PCSS generate and process a variety of multimodal data using heterogeneous background knowledge to interpret the data. For example, traffic data (such as from 511.org) contains numeric information about vehicular traffic on roads (e.g., speed, volume, and travel times), as well as textual information about active events (e.g., accidents, vehicle breakdowns) and scheduled events (e.g., sporting events, music events) (Anantharam et al, 2013).
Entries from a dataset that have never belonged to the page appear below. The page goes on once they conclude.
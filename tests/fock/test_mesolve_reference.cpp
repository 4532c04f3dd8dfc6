// The Fock engine against QuTiP 4.7 mesolve: Markovian dephasing (with damping and heating
// acting together) and finite-duration measurements simulated on probe (x) oscillator with the
// spin-dependent-force Hamiltonian (tests/reference/qutip_mesolve_reference.py, which documents
// the model). Tolerance 1e-7 absolute, as asked of the engine; the solver's own tolerances are
// atol 1e-12, rtol 1e-10.
#include <fstream>

#include <catch2/catch.hpp>
#include <nlohmann/json.hpp>

#include "fock/fock_engine.hpp"
#include "support/compare.hpp"

using namespace macroreal;

namespace {

StatePtr state_of(const nlohmann::json& s) {
  const std::string k = s["kind"];
  if (k == "thermal") return make_thermal(s["nbar"]);
  if (k == "coherent") return make_coherent({s["alpha"][0].get<double>(), s["alpha"][1].get<double>()});
  if (k == "fock") return make_fock(s["n"]);
  if (k == "cat")
    return make_cat({s["alpha"][0].get<double>(), s["alpha"][1].get<double>()},
                    s["relative_phase_rad"]);
  if (k == "squeezed") return make_squeezed(s["r"], s["theta_rad"]);
  FAIL("unknown state kind " << k);
  return nullptr;
}

}  // namespace

TEST_CASE("Fock engine: dephasing and finite-duration measurements match QuTiP mesolve", "[fock]") {
  std::ifstream in(std::string(MACROREAL_SOURCE_DIR) + "/tests/reference/qutip_mesolve_reference.json");
  REQUIRE(in.good());
  const auto ref = nlohmann::json::parse(in);
  int compared = 0;
  double worst = 0.0;
  for (const auto& c : ref["cases"]) {
    MeasurementSequence seq;
    FockEngineOptions opt;
    int j = 0;
    for (const auto& m : c["measurements"]) {
      TimedMeasurement tm;
      tm.label = std::string(1, static_cast<char>('A' + j++));
      tm.measurement.beta = {m["beta"][0].get<double>(), m["beta"][1].get<double>()};
      tm.measurement.phase_rad = m["phase_rad"];
      tm.measurement.split = parse_split(m["split"]);
      tm.measurement.contrast = m["contrast"];
      tm.time_s = m["time_s"];
      opt.interaction_duration_s[tm.label] = m["duration_s"];
      seq.steps.push_back(tm);
    }
    const auto& nz = c["noise"];
    seq.noise.damping_rate_per_s = nz.value("damping_rate_per_s", 0.0);
    seq.noise.bath_nbar = nz.value("bath_nbar", 0.0);
    seq.noise.heating_quanta_per_s = nz.value("heating_quanta_per_s", 0.0);
    seq.noise.dephasing_rate_per_s = nz.value("dephasing_rate_per_s", 0.0);
    const FockEngine engine(state_of(c["state"]), opt);
    for (const auto& q : c["quantities"]) {
      const double want = q["value"];
      FockValue got;
      if (q["kind"] == "correlator") {
        got = engine.correlator_detailed(seq);
      } else {
        const OutcomeString o = parse_outcomes(q["outcomes"]);
        MeasurementSequence part = seq;
        part.steps.resize(o.size());
        got = engine.probability_detailed(part, o);
      }
      INFO(c["title"].get<std::string>() << " " << q["kind"] << ": cutoff "
           << got.diagnostics.cutoff << ", slicing change " << got.diagnostics.slicing_change
           << ", truncation change " << got.diagnostics.truncation_change);
      CHECK_CLOSE(got.value.value, want, 1e-7, 0.0);
      worst = std::max(worst, std::abs(got.value.value - want));
      ++compared;
    }
  }
  CHECK(compared >= 10);
  WARN("largest |Fock engine - QuTiP mesolve| over " << compared << " values: " << worst);
}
Weather datasets (such as from Mesowest) provide numeric information about primitive phenomena (e.g., temperature, precipitation, wind speed) that are required to be combined and abstracted into human comprehensible weather features in textual form. In medical domains (e.g., cardiology, asthma, and Parkinson’s disease), various physiological, physical and chemical measurements (obtained through on-body sensors, blood tests, and environmental sensors) and patients’ feedback and self-appraisal (obtained by interviewing them) can be combined and abstracted to determine their health and well-being. The available knowledge captures both qualitative and quantitative aspects. Such diverse knowledge when integrated can provide complementary and corroborative information (Sheth and Thirunarayan, 2012). Geoscience datasets, and materials and process specifications used for realizing Integrated Computational Materials Engineering1 (ICME) and Materials Genome Initiative2 (MGI), exhibit lot of syntactic and semantic variety3 (Thirunarayan et al, 2005). The variety in data formats and the nature of available knowledge challenges our ability to integrate and interoperate with heterogeneous data.